Collection entries
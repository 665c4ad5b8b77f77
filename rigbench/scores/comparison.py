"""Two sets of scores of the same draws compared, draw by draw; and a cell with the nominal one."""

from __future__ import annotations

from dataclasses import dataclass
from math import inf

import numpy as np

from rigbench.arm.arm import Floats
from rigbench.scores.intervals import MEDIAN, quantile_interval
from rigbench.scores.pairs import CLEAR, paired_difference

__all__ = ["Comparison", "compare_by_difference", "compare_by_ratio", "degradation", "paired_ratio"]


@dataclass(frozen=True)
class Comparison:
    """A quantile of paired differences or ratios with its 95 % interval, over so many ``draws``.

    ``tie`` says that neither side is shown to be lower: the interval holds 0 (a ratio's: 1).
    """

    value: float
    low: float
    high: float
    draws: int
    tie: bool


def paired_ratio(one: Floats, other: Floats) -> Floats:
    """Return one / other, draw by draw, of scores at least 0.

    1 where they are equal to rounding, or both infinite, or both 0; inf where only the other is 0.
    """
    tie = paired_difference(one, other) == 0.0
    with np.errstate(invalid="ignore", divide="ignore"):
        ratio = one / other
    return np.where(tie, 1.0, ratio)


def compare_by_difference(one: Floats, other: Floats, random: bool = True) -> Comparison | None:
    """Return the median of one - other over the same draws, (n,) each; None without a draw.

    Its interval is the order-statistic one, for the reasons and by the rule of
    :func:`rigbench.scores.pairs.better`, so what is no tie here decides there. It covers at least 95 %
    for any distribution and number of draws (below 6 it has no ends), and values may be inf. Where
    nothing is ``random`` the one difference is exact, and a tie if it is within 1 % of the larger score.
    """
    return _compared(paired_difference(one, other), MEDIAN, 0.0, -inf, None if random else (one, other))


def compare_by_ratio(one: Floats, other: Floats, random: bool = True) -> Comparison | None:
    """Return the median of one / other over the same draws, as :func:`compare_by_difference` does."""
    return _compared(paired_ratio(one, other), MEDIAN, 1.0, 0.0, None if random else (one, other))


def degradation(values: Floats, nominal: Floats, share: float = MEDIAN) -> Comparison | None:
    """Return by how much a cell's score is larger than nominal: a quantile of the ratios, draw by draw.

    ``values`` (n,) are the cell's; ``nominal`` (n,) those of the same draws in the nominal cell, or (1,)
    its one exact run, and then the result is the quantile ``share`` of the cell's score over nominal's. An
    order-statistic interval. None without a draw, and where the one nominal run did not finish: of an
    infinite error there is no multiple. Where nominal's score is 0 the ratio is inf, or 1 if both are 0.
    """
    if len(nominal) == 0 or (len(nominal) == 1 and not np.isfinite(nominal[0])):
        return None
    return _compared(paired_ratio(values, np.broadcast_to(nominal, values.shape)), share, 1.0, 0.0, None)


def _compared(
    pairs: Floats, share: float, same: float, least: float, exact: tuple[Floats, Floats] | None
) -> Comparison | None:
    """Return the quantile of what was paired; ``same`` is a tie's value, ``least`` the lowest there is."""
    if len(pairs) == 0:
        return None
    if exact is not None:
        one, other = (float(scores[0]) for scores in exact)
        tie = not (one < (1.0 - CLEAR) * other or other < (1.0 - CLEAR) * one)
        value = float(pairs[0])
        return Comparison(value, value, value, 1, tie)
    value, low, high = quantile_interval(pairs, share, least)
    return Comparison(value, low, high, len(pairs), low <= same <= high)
...
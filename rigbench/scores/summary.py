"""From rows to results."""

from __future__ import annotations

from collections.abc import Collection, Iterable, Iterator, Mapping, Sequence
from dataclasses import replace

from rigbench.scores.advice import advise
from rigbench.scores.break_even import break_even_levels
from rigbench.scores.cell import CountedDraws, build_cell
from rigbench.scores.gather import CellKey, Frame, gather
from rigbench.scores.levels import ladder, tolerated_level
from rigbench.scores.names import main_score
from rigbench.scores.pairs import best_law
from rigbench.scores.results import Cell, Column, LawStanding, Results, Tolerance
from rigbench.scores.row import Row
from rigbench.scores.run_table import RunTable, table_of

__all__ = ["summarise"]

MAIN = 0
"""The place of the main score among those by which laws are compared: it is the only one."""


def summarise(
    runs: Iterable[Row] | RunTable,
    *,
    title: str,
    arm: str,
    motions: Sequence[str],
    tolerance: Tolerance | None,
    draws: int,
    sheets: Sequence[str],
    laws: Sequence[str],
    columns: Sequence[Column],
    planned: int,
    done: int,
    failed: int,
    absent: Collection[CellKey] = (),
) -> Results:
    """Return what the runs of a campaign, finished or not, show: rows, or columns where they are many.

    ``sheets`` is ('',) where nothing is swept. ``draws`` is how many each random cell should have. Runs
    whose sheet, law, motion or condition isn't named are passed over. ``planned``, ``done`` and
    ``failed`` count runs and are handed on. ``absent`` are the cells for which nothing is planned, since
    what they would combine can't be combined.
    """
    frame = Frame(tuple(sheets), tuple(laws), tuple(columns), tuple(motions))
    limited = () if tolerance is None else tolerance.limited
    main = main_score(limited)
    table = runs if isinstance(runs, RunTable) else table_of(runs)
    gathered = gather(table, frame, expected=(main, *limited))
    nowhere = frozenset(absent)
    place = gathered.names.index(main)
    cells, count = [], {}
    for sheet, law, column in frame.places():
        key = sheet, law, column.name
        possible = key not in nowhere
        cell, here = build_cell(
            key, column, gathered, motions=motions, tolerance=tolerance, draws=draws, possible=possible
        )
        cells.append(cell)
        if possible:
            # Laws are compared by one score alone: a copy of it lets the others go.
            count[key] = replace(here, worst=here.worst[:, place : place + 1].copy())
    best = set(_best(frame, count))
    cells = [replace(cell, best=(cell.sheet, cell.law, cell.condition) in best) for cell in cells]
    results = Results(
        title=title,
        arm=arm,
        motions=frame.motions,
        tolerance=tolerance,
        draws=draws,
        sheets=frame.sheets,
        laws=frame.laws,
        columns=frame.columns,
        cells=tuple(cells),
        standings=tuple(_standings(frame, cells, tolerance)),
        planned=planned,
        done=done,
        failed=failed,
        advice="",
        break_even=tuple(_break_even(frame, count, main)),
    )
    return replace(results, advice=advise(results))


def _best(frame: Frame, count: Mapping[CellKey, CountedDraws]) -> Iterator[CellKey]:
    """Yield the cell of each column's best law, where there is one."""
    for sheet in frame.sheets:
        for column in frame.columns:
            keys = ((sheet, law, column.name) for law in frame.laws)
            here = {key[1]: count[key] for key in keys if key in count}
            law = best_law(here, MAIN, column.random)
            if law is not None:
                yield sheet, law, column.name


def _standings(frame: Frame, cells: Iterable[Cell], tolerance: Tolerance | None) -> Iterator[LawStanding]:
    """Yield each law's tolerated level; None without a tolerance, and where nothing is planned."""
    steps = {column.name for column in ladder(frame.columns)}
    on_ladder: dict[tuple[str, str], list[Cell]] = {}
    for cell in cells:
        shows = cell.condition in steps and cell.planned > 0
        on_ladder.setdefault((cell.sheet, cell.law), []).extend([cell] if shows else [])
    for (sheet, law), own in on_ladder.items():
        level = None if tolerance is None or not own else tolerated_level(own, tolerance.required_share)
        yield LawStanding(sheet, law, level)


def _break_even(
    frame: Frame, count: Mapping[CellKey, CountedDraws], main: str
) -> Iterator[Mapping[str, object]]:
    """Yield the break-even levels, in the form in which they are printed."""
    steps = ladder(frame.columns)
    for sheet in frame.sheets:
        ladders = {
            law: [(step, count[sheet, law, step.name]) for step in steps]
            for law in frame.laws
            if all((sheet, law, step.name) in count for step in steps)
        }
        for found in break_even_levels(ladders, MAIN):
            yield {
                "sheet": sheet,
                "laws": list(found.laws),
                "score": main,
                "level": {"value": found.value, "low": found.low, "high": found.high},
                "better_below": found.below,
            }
--
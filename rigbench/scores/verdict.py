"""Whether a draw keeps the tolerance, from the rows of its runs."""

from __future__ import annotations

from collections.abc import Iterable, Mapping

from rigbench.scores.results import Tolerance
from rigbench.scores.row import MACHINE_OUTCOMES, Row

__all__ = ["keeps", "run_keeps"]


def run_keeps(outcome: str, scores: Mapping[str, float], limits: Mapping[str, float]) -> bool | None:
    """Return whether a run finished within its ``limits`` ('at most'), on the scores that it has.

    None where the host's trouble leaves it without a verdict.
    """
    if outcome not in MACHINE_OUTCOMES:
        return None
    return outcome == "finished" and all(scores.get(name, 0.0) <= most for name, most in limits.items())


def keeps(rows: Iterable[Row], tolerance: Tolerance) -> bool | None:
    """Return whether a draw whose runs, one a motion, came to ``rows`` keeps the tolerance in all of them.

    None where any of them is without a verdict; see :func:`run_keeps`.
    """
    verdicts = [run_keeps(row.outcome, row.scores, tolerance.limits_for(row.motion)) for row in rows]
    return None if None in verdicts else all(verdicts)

• Problem description: Word for word, restate the lines above from the line containing "def paired_ratio(one: Floats, other: Floats)" through the line containing "0.0, None if random else (one, other))", with both included and nothing else.

• Written solution:
def paired_ratio(one: Floats, other: Floats) -> Floats:
    """Return one / other, draw by draw, of scores at least 0.

    1 where they are equal to rounding, or both infinite, or both 0; inf where only the other is 0.
    """
    tie = paired_difference(one, other) == 0.0
    with np.errstate(invalid="ignore", divide="ignore"):
        ratio = one / other
    return np.where(tie, 1.0, ratio)


def compare_by_difference(one: Floats, other: Floats, random: bool = True) -> Comparison | None:
    """Return the median of one - other over the same draws, (n,) each; None without a draw.

    Its interval is the order-statistic one, for the reasons and by the rule of
    :func:`rigbench.scores.pairs.better`, so what is no tie here decides there. It covers at least 95 %
    for any distribution and number of draws (below 6 it has no ends), and values may be inf. Where
    nothing is ``random`` the one difference is exact, and a tie if it is within 1 % of the larger score.
    """
    return _compared(paired_difference(one, other), MEDIAN, 0.0, -inf, None if random else (one, other))


def compare_by_ratio(one: Floats, other: Floats, random: bool = True) -> Comparison | None:
    """Return the median of one / other over the same draws, as :func:`compare_by_difference` does."""
    return _compared(paired_ratio(one, other), MEDIAN, 1.0, 0.0, None if random else (one, other))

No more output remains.